Social Explorer is an online data mapping application. The free tier only includes access to the Census 2000, according to their pricing chart. But, it looks like an interesting tool for analyzing data, and I wanted to bookmark for future reference.
A View of Despair is a really interesting visualization of suicide statistics in the Netherlands in 2017.
“This chart shows the daily number of new Covid-19 infections in each state over time. The y-axis is the population-normalized number of new infections per day; the x-axis is the rate of transmission (Rt). Each dot is a state or territory of the US, colored by region, and the area of the dot is proportional to the estimated number of new Covid-19 infections on that day.https://observablehq.com/@chrisjkuch/covid-hotspots
I thought this was an interesting way to visualize the time series data.
“In this course, [Data illustrator Sonja Kuijpers] gives you the tools you need to transform data into captivating illustrations using colors, shapes, and images. Discover how to collect and analyze data sets, as well as how to transform them into a unique poster that tells a story. Are you ready to create your own data art?–Effective Data Visualization: Transform Information into Art
I never heard of Domestika, an online learning platform, before. This course seems awesome. Bookmarking for later.
All style guides are fundamentally opinionated. Some decisions genuinely do make code easier to use (especially matching indenting to programming structure), but many decisions are arbitrary. The most important thing about a style guide is that it provides consistency, making code easier to write because you need to make fewer decisions.”-Hadley Wickham, “The tidyverse style guide.” style.tidyverse.org
Probably the definitive guide for writing R code. See also Hadley Wickham’s Advanced R.

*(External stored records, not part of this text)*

"""Views hidden behind a dock tab or in a closed dock do no work on an edit, and are
up to date as soon as they are shown again."""

import numpy as np
import pytest
from PySide6.QtWidgets import QWidget

from support.ui import sample_plan, ui_env, window  # noqa: F401 (fixtures)
from workbench.core.commands import EditActivity
from workbench.core.montecarlo import simulate
from workbench.figures import drivers as fdr
from workbench.figures import odds as fo
from workbench.ui.network import view as network_view
from workbench.ui.session import Session, WhenShown, refresh_when_shown


@pytest.fixture
def shown(window, qtbot):
    window.show()
    qtbot.waitExposed(window)
    # the front views are built once the window has painted, then come on screen
    qtbot.waitUntil(lambda: {"Timeline", "Odds"} <= set(window.built_views()))
    qtbot.waitUntil(lambda: window.view("Odds").when_shown.on_screen() and not window.view("Odds").when_shown.dirty)
    return window


def count_calls(monkeypatch, module, name) -> list:
    calls, real = [], getattr(module, name)

    def counted(*args, **kwargs):
        calls.append(args)
        return real(*args, **kwargs)
    monkeypatch.setattr(module, name, counted)
    return calls


def test_helper_runs_now_when_visible_and_once_when_shown(qtbot):
    parent = QWidget()
    qtbot.addWidget(parent)
    child = QWidget(parent)
    runs = []
    helper = WhenShown(child)
    parent.show()
    helper.call(lambda: runs.append("now"))
    assert runs == ["now"] and not helper.dirty
    child.hide()
    slot = lambda: runs.append("later")  # noqa: E731
    helper.call(slot)
    helper.call(slot)                      # asked twice: still one run
    assert runs == ["now"] and helper.dirty
    child.show()
    qtbot.waitUntil(lambda: not helper.dirty)
    assert runs == ["now", "later"]


def test_helper_connects_signals_in_one_line(qtbot):
    session = Session(sample_plan())
    parent = QWidget()
    qtbot.addWidget(parent)
    child = QWidget(parent)
    runs = []
    helper = refresh_when_shown(child, lambda: runs.append(len(session.plan)), session.schedule_changed)
    assert child.when_shown is helper
    session.push(EditActivity("R", name="Survey"))
    assert runs == [] and helper.dirty            # never shown: nothing done yet
    parent.show()
    qtbot.waitUntil(lambda: not helper.dirty)
    assert runs == [len(session.plan)]


def test_views_behind_tabs_are_not_built_until_needed(shown, qtbot):
    assert "Network" not in shown.built_views() and "Drivers" not in shown.built_views()
    shown.docks["Drivers"].raise_()
    qtbot.waitUntil(lambda: "Drivers" in shown.built_views())
    assert type(shown.view("Drivers")).__name__ == "DriversView"
    assert "Network" not in shown.built_views()


def test_network_behind_a_tab_waits_and_is_right_when_raised(shown, qtbot, monkeypatch):
    view = shown.views["Network"]
    assert not view.when_shown.on_screen()   # the default layout puts it behind the Timeline
    layouts = count_calls(monkeypatch, network_view, "layout_plan")
    shown.session.push(EditActivity("P", optimistic=1, most_likely=1, pessimistic=1))
    shown.session.push(EditActivity("W", duration=30))
    assert layouts == [] and view.when_shown.dirty
    shown.docks["Network"].raise_()
    qtbot.waitUntil(lambda: view.when_shown.on_screen() and not view.when_shown.dirty)
    assert len(layouts) == 1             # two edits, one catch-up
    critical = shown.session.analysis.schedule.critical
    assert [n.critical for n in view.layout_result.nodes] == [bool(c) for c in critical]
    assert view.item.painter.texts[shown.session.plan.row_of("W")].te == "30"


def test_closed_dock_does_no_work_until_reopened(shown, qtbot, monkeypatch):
    view = shown.views["Odds"]
    assert view.when_shown.on_screen()
    shown.docks["Odds"].close()
    curves = count_calls(monkeypatch, fo, "pert_curve")
    shown.session.push(EditActivity("F", optimistic=10, most_likely=12, pessimistic=30))
    assert curves == []
    shown.docks["Odds"].show()
    qtbot.waitUntil(lambda: not view.when_shown.dirty)
    assert len(curves) == 1
    expected = fo.pert_curve(shown.session.analysis.pert, *view._span())
    assert np.allclose(view.curve.x, expected.x) and np.allclose(view.curve.cumulative, expected.cumulative)
    assert view.curve.mean == pytest.approx(shown.session.analysis.pert.mean)


def test_drivers_behind_a_tab_catch_up_with_a_simulation(shown, qtbot, monkeypatch):
    view = shown.views["Drivers"]
    assert not view.when_shown.on_screen()
    bars = count_calls(monkeypatch, fdr, "criticality_bars")
    result = simulate(shown.session.plan, 500, seed=5)
    shown.session.set_simulation(result)
    assert bars == [] and view.stack.currentIndex() == 0
    shown.docks["Drivers"].raise_()
    qtbot.waitUntil(lambda: not view.when_shown.dirty)
    assert len(bars) == 1 and view.stack.currentIndex() == 1
    want = fdr.criticality_bars(result, shown.session.plan, view.top.value())
    assert view.criticality.bars == want
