"""New, Open and Import (as a new plan) clear every result that belongs to the old plan."""

import pytest

from support.ui import sample_plan
from workbench.core.commands import EditActivity
from workbench.core.montecarlo import simulate
from workbench.io.planfile import save_plan


def simulated(window, qtbot, stale: bool):
    window.show()
    qtbot.waitExposed(window)
    odds, drivers = window.view("Odds"), window.view("Drivers")
    window.session.set_simulation(simulate(window.session.plan, 500, seed=4))
    if stale:
        window.session.push(EditActivity("R", name="Survey again"))
    for view in (odds, drivers):
        view.when_shown.catch_up()
        assert view.result is not None and view.stale == stale
    assert len(odds.plot.hist.getData()[0]) > 0
    return odds, drivers


def assert_nothing_of_the_old_plan(window, odds, drivers):
    for view in (odds, drivers):
        view.when_shown.catch_up()
        assert view.result is None and not view.stale
    x, _ = odds.plot.hist.getData()
    assert x is None or len(x) == 0
    assert odds.controls.status.text().startswith("No simulation yet")


@pytest.mark.parametrize("stale", [False, True])
def test_new_plan_drops_the_old_simulation(window, ui_env, qtbot, stale):
    odds, drivers = simulated(window, qtbot, stale)
    ui_env.replies["ask_unsaved"] = "discard"
    assert window.files.new_plan()
    assert_nothing_of_the_old_plan(window, odds, drivers)


@pytest.mark.parametrize("stale", [False, True])
def test_opening_another_plan_drops_the_old_simulation(window, ui_env, qtbot, tmp_path, stale):
    odds, drivers = simulated(window, qtbot, stale)
    other = tmp_path / "other.slw"
    save_plan(sample_plan(), other)
    ui_env.replies["ask_unsaved"] = "discard"
    assert window.files.open_path(str(other))
    assert_nothing_of_the_old_plan(window, odds, drivers)


def test_an_edit_still_keeps_the_run_marked_stale(window, ui_env, qtbot):
    odds, drivers = simulated(window, qtbot, stale=True)
    assert odds.result is not None and odds.stale
    assert drivers.result is not None and drivers.stale
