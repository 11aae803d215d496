"""The summary strip says how much float the critical path has when a deadline sets the
late dates (so "critical" beside a float of 6 reads right)."""

import datetime as dt

import pytest

from workbench.core import Activity, Link, Plan, Settings
from workbench.ui.session import Session
from workbench.ui.workspace.summary_strip import SummaryStrip


def chain(deadline, unit="days") -> Plan:
    acts = [Activity("A", "Dig", duration=4), Activity("B", "Pour", duration=6), Activity("C", "Cure", duration=2)]
    return Plan(Settings(start=dt.date(2027, 3, 1), unit=unit, deadline=deadline), acts,
                [Link("A", "B"), Link("A", "C")])


@pytest.mark.parametrize("deadline, unit, said", [
    (None, "days", None),
    (10.0, "days", None),                                   # the deadline is the finish: no float left
    (16.0, "days", "6 days of float to the deadline"),
    (11.0, "days", "1 day of float to the deadline"),
    (7.0, "days", "3 days late for the deadline (negative float)"),
    (12.5, "weeks", "2.5 weeks of float to the deadline"),
    (10.0 - 17 / 6, "days", "2.8 days late for the deadline (negative float)"),   # rounded like every figure
    (10.0 + 1 / 3, "days", "0.3 days of float to the deadline"),
    (10.02, "days", None),                                  # rounds to no float: nothing to say
])
def test_the_critical_paths_float_to_the_deadline_is_said(qtbot, deadline, unit, said):
    strip = SummaryStrip(Session(chain(deadline, unit)))
    qtbot.addWidget(strip)
    path = strip.texts()["path"]
    assert path.startswith("A → B")
    if said is None:
        assert "deadline" not in path
    else:
        assert path.endswith(said)
    assert strip.values["path"].text() == path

“Misuse of statistical testing often involves post hoc analyses of data already collected, making it seem as though statistically significant results provide evidence against the null hypothesis, when in fact they may have a high probability of being false positives…. A study from the late-1980s gives a striking example of how such post hoc analysis can be misleading. The International Study of Infarct Survival was a large-scale, international, randomized trial that examined the potential benefit of aspirin for patients who had had a heart attack. After data collection and analysis were complete, the publishing journal asked the researchers to do additional analysis to see if certain subgroups of patients benefited more or less from aspirin. Richard Peto, one of the researchers, refused to do so because of the risk of finding invalid but seemingly significant associations. In the end, Peto relented and performed the analysis, but with a twist: he also included a post hoc analysis that divided the patients into the twelve astrological signs, and found that Geminis and Libras did not benefit from aspirin, while Capricorns benefited the most (Peto, 2011). This obviously spurious relationship illustrates the dangers of analyzing data with hypotheses and subgroups that were not prespecified (p.97).”—Mayo, quoting
National Academies of Science “Consensus Study” Reproducibility and Replicability in Science 2019 in “National Academies of Science: Please Correct Your Definitions of P-values.” Statsblogs. September 30, 2019.

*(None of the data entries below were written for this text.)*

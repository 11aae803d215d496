"""The window opens a plan or table whose texts run past the entry limits, says which, and
asks for a shorter text only when that text itself is edited."""

import pytest

from support.ui import sample_plan, ui_env, window  # noqa: F401 (fixtures)
from workbench.core.analysis import analyze
from workbench.core.commands import EditActivity
from workbench.core.model import Activity
from workbench.io.planfile import save_plan
from workbench.io.tabular import export_table

NAME = ("Re-route the chilled water main around the old plant room " * 12).strip()


def long_named_plan():
    plan = sample_plan()
    plan.replace_activity("D", Activity("D", NAME, group="Design", optimistic=3, most_likely=5, pessimistic=9))
    return plan


def test_opening_says_which_texts_run_long_and_keeps_them(window, ui_env, tmp_path):
    path = save_plan(long_named_plan(), tmp_path / "chilled.slw")
    ui_env.replies["show_info"] = None
    assert window.files.open_path(str(path))
    [(_, (parent, title, message))] = [a for a in ui_env.asked if a[0] == "show_info"]
    assert title == "Long texts kept"
    assert message.startswith("chilled.slw: 1 text is longer than Slackline lets you type:\n\n- activity D: name")
    assert window.session.plan.activity("D").name == NAME


@pytest.mark.parametrize("suffix", [".csv", ".xlsx"])
def test_importing_a_table_says_so_too(window, ui_env, tmp_path, suffix):
    path = export_table(analyze(long_named_plan()), tmp_path / f"chilled{suffix}")
    ui_env.replies["preview_import"] = "keep"
    ui_env.replies["show_info"] = None
    assert window.files.open_path(str(path))
    assert any(a[0] == "show_info" and "activity D: name" in a[1][2] for a in ui_env.asked)
    assert window.session.plan.activity("D").name == NAME


def test_an_edit_keeps_the_long_text_unless_it_changes_it(window, ui_env, tmp_path):
    window.session.load(long_named_plan())
    assert window.session.push(EditActivity("D", duration=None, optimistic=2.0))     # another field: kept
    assert window.session.plan.activity("D").name == NAME
    assert not window.session.push(EditActivity("D", name=NAME + " (phase 2)"))
    assert window.notice.text().startswith(f"Not applied: activity D: name is {len(NAME) + 10:,} characters long; "
                                           "use at most 500")
    assert window.session.push(EditActivity("D", name="Re-route the chilled water main"))
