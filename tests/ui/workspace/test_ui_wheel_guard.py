"""The wheel over an unfocused spin box scrolls the panel; a focused one takes it."""

from PySide6.QtCore import QPoint, QPointF, Qt
from PySide6.QtGui import QWheelEvent
from PySide6.QtWidgets import QApplication, QScrollArea, QSpinBox, QVBoxLayout, QWidget

from workbench.ui.workspace.wheel_guard import install_wheel_guard


def wheel(widget, steps: int = -1) -> None:
    centre = QPointF(widget.rect().center())
    event = QWheelEvent(centre, QPointF(widget.mapToGlobal(widget.rect().center())), QPoint(0, 0),
                        QPoint(0, 120 * steps), Qt.MouseButton.NoButton, Qt.KeyboardModifier.NoModifier,
                        Qt.ScrollPhase.NoScrollPhase, False)
    QApplication.sendEvent(widget, event)


def panel_with_seed(qtbot):
    area = QScrollArea()
    inner = QWidget()
    inner.setMinimumHeight(2000)
    seed = QSpinBox(inner)
    seed.setRange(0, 1000)
    seed.setValue(500)
    QVBoxLayout(inner).addWidget(seed)
    area.setWidget(inner)
    area.setWidgetResizable(True)
    area.resize(300, 200)
    qtbot.addWidget(area)
    area.show()
    qtbot.waitExposed(area)
    return area, seed


def test_unfocused_spin_box_leaves_the_wheel_to_the_panel(qtbot, qapp):
    install_wheel_guard(qapp)
    area, seed = panel_with_seed(qtbot)
    area.setFocus()
    wheel(seed)
    assert seed.value() == 500
    assert area.verticalScrollBar().value() > 0


def test_focused_spin_box_takes_the_wheel(qtbot, qapp):
    install_wheel_guard(qapp)
    area, seed = panel_with_seed(qtbot)
    seed.setFocus()
    qtbot.waitUntil(seed.hasFocus)
    wheel(seed, 1)
    assert seed.value() == 501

Bubble animation showing the stages of a relationship, i.e., first met, romantic, living together, and married, over time with two halves showing the differences between the 1970s and 2010s. Key insight, living together is much more prevalent now.
The other revolution are the complex computing tools that are being developed that cannot be used via a touch interface. At this point, there is no way to use an open source neural net like Google’s TensorFlow in a way that is going to make sense to the vast majority of people.
As we move to using a keyboard, this tension can be seen in the different types of tools we can use to write, research and do analysis. Microsoft Word, PowerPoint, Excel, Access, etc. were designed to be digital equivalents to their analog predecessors – the typewriter, the overhead projector, the double entry account book or the index file. Of course, the digital equivalents offered additional capabilities, but it was still tied to the model of the business office. The goal for these tools, even as they include PivotTables and other features, is to be relatively easy to learn and use for the average person in an office.
The other computing revolution is bringing tools to the fore that are not tied to these old models of the business office and is combining them in interesting new ways. But, these tools have a difficult learning curve. For example, embedding programming code that can be written into a text analysis to generate calculations when it is typeset is not a feature the average person working in a typical office needs. But, it clearly has some advantages in some contexts, such as for data analysts.
Complexity makes mistakes easier to make. So, it requires a different way of working. We have to be careful to document the calculations we use, track versions from multiple sources, be able to fold changes back into a master document without introducing errors, and so forth. The Office model of handing a “master document” back and forth and the process bottle-necked waiting for individuals making revisions isn’t going to work past a certain minimum baseline level of complexity that we are slowly evolving past.
So, laying out this case, he then suggests various tools to consider: a text browser such as Emacs, Markup for formatting, git for version control, Pandoc for translating text documents into other formats, backup systems, a backup cloud service, etc. All of these tools are equally important to complex writing of any sort, whether it be for writing long works of fiction, research analysis, collaborative writing, and other circumstances we are more likely to find ourselves in, which these more powerful tools help make possible.